Issue (i): Whether the 1,00,000 NIIT shares were transferred in the assessment year 1998-99 or in the assessment year 1999-2000, and whether the assessee was entitled to exemption under section 54F in respect of the resulting capital gains.
Analysis: The agreement dated 14 August 1997, the pledge documents, the bank correspondence, and the company records were examined together. The transfer documents were found inconsistent and not reliable as proof of a completed sale in August 1997. The shares were in fact delivered and transferred only when the bank released them on 5 May 1998. The claim that the assessee had already ceased to own the Mussoorie residential property before the relevant transfer also failed for want of credible evidence of a completed transfer under the law of part performance.

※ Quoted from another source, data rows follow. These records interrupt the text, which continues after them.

#include "sim/scenario/scenario_warnings.hpp"

#include <fmt/format.h>

namespace larder {

std::vector<std::string> scenario_warnings(const Scenario& scenario) {
  std::vector<std::string> out;
  for (std::size_t i = 0; i < scenario.items.size(); ++i) {
    const Item& item = scenario.items[i];
    if (item.price < item.unit_cost) {
      out.push_back(fmt::format(
          "{}: warning: items[{}] '{}': price {} is below unit_cost {}: every unit sold loses "
          "money, so profit-seeking rules (critical_fractile) order nothing",
          scenario.file, i, item.id, item.price, item.unit_cost));
    }
  }
  return out;
}

}  // namespace larder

The sale consideration claimed in the agreement was rejected and the market value on the actual date of transfer was adopted.
Conclusion: The transfer was held to have taken place in assessment year 1999-2000, the section 54F claim was rejected, and the capital gains computation made by the Revenue was upheld.
Issue (ii): Whether the foreign travel expenses borne by Glad Investments (P) Ltd. constituted taxable perquisites or unexplained expenditure in the hands of the assessee.
Analysis: The same surrounding facts that showed receipt of additional benefits in connection with the share transaction were relied upon. In that setting, the foreign trips financed by the company were treated as part of the overall benefit flowing to the assessee, and no separate perquisite addition was warranted on the same footing.
Conclusion: The additions on account of foreign travel expenses and related unexplained expenditure were deleted.
Issue (iii): Whether the addition relating to security services was sustainable.
Analysis: The record supported the Revenue's treatment of the security services amount as a taxable perquisite, and no infirmity was found in the addition.
Conclusion: The addition relating to security services was sustained against the assessee.
Final Conclusion: The assessee succeeded on the issue of foreign travel related additions, but failed on the capital gains and section 54F controversy as well as on the security services addition, resulting in a partial relief overall.
Ratio Decidendi: For income-tax purposes, the real date of transfer of shares must be determined from the substance and reliability of the surrounding documents and conduct, and where the alleged transaction is not proved genuine, the claimed contractual consideration may be ignored in favour of the market value on the actual date of transfer; exemption under section 54F is unavailable if the assessee owned another residential house on that date.